The study utilizes wired headphones in a controlled indoor environment to ensure consistent motion controller tracking and audio quality. The testing environment consists of randomly selected preset rooms within a 12x12 foot boundary, incorporating a safety guard offset of 1-2 feet. This setup enables controlled testing while maintaining ecological validity.

Methodology

The research employs a comprehensive testing protocol divided into pre-test qualification and main test phases. The pre-test phase evaluates subjects' basic spatial audio perception abilities through various tasks, including pointing to static and moving audio sources in both 2D and 3D space. The main test phase involves three distinct scenarios: Stationary, Line, and Studio, where subjects navigate virtual environments and interact with objects using different audio encoding methods.

Audio Encoding Methods

Two primary encoding approaches were developed, each with three distinct variations: 1) Growing Sphere Method: Features time-based distance indication with three variations: basic timing, pitch-distance mapping, and pitch-elevation mapping. 2) Environmental Sound Method: Implements three different approaches to wall and object sonification: sequential sound emission, constant sound emission, and on-demand sound emission (echolocation-style).

Spatial-Audio Mapping

The study explores various mappings between spatial properties (distance, elevation) and sound properties (pitch, delay, amplitude). Multiple mapping configurations are investigated, including direct one-to-one relationships and more complex transformations. For example, specific implementations include mapping elevation to frequency (6000Hz for high elevation with +10dB amplitude, adjusted accordingly for lower elevations) and various distance-to-sound parameter relationships.

Key Findings

Preliminary results demonstrate that in stationary testing conditions, subjects exhibited approximately twice the accuracy in horizontal position determination compared to vertical position identification when utilizing Meta's native HRTFs.

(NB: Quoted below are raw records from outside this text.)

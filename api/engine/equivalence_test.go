package engine_test

import (
	"context"
	"encoding/json"
	"fmt"
	"math/rand/v2"
	"testing"
	"time"

	"github.com/deadspace-fhir/deadspace/api/engine"
	"github.com/deadspace-fhir/deadspace/api/engine/enginetest"
	"github.com/deadspace-fhir/deadspace/api/store/boltstore"
	"github.com/deadspace-fhir/deadspace/derive"
	"github.com/deadspace-fhir/deadspace/fhir/decode"
	"github.com/deadspace-fhir/deadspace/fhir/encode"
)

func obsOf(subject, id, version, status, code, unit string, v float64, at, updated time.Time) json.RawMessage {
	return json.RawMessage(fmt.Sprintf(`{"resourceType":"Observation","id":"%s","meta":{"versionId":"%s","lastUpdated":"%s"},"status":"%s",`+
		`"code":{"coding":[{"system":"http://loinc.org","code":"%s"}]},"subject":{"reference":"%s"},"effectiveDateTime":"%s",`+
		`"valueQuantity":{"value":%g,"unit":"%s","system":"http://unitsofmeasure.org","code":"%s"}}`,
		id, version, updated.UTC().Format(time.RFC3339Nano), status, code, subject, at.UTC().Format(time.RFC3339), v, unit, unit))
}

// equivalenceStream is three patients' night: end-tidal CO2 every minute
// (one patient's falling), three blood gases each, and corrections: an
// amended blood gas, a withdrawn one, a blood gas re-filed to another
// patient, an amended reading, with versions differing only in
// nanoseconds and in version ids past 64 bits. The values are arbitrary:
// the test compares two code paths, not clinical results.
func equivalenceStream(base time.Time) []json.RawMessage {
	var out []json.RawMessage
	up := func(at time.Time) time.Time { return at.Add(5 * time.Minute) }
	for p := 1; p <= 3; p++ {
		subj := fmt.Sprintf("Patient/eq%d", p)
		for m := range 180 {
			at := base.Add(time.Duration(m) * time.Minute)
			v := 36 + float64(m%5)/2
			if p == 2 && m >= 120 {
				v = 24 + float64(m%3)/2
			}
			out = append(out, obsOf(subj, fmt.Sprintf("eq%d-et%d", p, m), "1", "final", "19891-1", "mm[Hg]", v, at, up(at)))
		}
		for g, m := range []int{30, 90, 150} {
			at := base.Add(time.Duration(m) * time.Minute)
			out = append(out, obsOf(subj, fmt.Sprintf("eq%d-gas%d", p, g), "1", "final", "2019-8", "mm[Hg]", 44+float64(g), at, up(at)))
		}
	}
	at := func(m int) time.Time { return base.Add(time.Duration(m) * time.Minute) }
	out = append(out,
		// Two amendments one nanosecond apart: the later time wins, though
		// its version id is the smaller (a millisecond clock would pick
		// the other).
		obsOf("Patient/eq1", "eq1-gas1", "3", "amended", "2019-8", "mm[Hg]", 50, at(90), up(at(90)).Add(time.Hour)),
		obsOf("Patient/eq1", "eq1-gas1", "2", "amended", "2019-8", "mm[Hg]", 51, at(90), up(at(90)).Add(time.Hour+time.Nanosecond)),
		// Withdrawn.
		obsOf("Patient/eq2", "eq2-gas0", "2", "entered-in-error", "2019-8", "mm[Hg]", 44, at(30), up(at(30)).Add(time.Hour)),
		// Re-filed to another patient.
		obsOf("Patient/eq1", "eq3-gas2", "2", "amended", "2019-8", "mm[Hg]", 47, at(150), up(at(150)).Add(time.Hour)),
		// Equal times: the version id past 64 bits is the newer.
		obsOf("Patient/eq1", "eq1-et30", "18446744073709551616", "amended", "19891-1", "mm[Hg]", 30, at(30), up(at(30)).Add(time.Hour)),
		obsOf("Patient/eq1", "eq1-et30", "18446744073709551615", "amended", "19891-1", "mm[Hg]", 31, at(30), up(at(30)).Add(time.Hour)),
	)
	return out
}

type derivedValue struct {
	key   string
	value float64
}

func valuesOfObservations(t *testing.T, raws []json.RawMessage) map[string]derivedValue {
	t.Helper()
	opts := encode.DefaultOptions()
	out := map[string]derivedValue{}
	for _, raw := range raws {
		var o struct {
			Status        string
			Identifier    []struct{ System, Value string }
			ValueQuantity *struct{ Value float64 }
		}
		if err := json.Unmarshal(raw, &o); err != nil {
			t.Fatal(err)
		}
		if o.Status == "entered-in-error" {
			continue
		}
		var series string
		var v derivedValue
		for _, id := range o.Identifier {
			switch id.System {
			case opts.IdentifierSystem:
				v.key = id.Value
			case opts.SeriesSystem:
				series = id.Value
			}
		}
		if o.ValueQuantity != nil {
			v.value = o.ValueQuantity.Value
		}
		if _, dup := out[series]; dup {
			t.Fatalf("series %s twice", series)
		}
		out[series] = v
	}
	return out
}

// TestReplayAndLiveAgree feeds one shuffled stream, with duplicates and
// corrections, to replay's path (Compute) and to the live engine in
// chunks (evaluating after each), and requires the same values with the
// same identifiers: one version order and one pipeline.
func TestReplayAndLiveAgree(t *testing.T) {
	base := time.Date(2026, 1, 10, 0, 0, 0, 0, time.UTC)
	stream := equivalenceStream(base)
	rng := rand.New(rand.NewPCG(9, 9))
	for i := range len(stream) / 10 {
		stream = append(stream, stream[i*7%len(stream)])
	}
	rng.Shuffle(len(stream), func(i, j int) { stream[i], stream[j] = stream[j], stream[i] })

	st := enginetest.OpenStore(t, boltstore.Options{NoSync: true})
	enc := enginetest.Encoder(t)
	eng, err := engine.New(engine.Config{
		Store: st, Decoder: decode.New(decode.Options{}), Encoder: enc, Derive: derive.DefaultConfig(),
		Now: func() time.Time { return base.Add(4 * time.Hour) },
	})
	if err != nil {
		t.Fatal(err)
	}
	ctx := context.Background()
	for from := 0; from < len(stream); from += 37 {
		if _, err := eng.Ingest(ctx, "test", stream[from:min(from+37, len(stream))]); err != nil {
			t.Fatal(err)
		}
		if err := eng.EvaluateNow(ctx); err != nil {
			t.Fatal(err)
		}
	}
	n := sameAsReplay(t, eng, stream, base, []string{"Patient/eq1", "Patient/eq2", "Patient/eq3"}, 0)
	if n < 10 {
		t.Fatalf("replay derived only %d values; the stream should give more", n)
	}
	t.Logf("%d values agree", n)
}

This indicates a significant disparity in spatial audio perception between horizontal and vertical planes.

Impact and Applications

This ongoing research holds substantial potential for assistive technology, enabling enhanced independent spatial navigation for visually impaired individuals through intuitive auditory feedback, as well as safety applications providing supplementary spatial awareness systems with 360-degree environmental perception. The research continues to progress, with implications for both assistive technology development and broader applications in spatial awareness enhancement.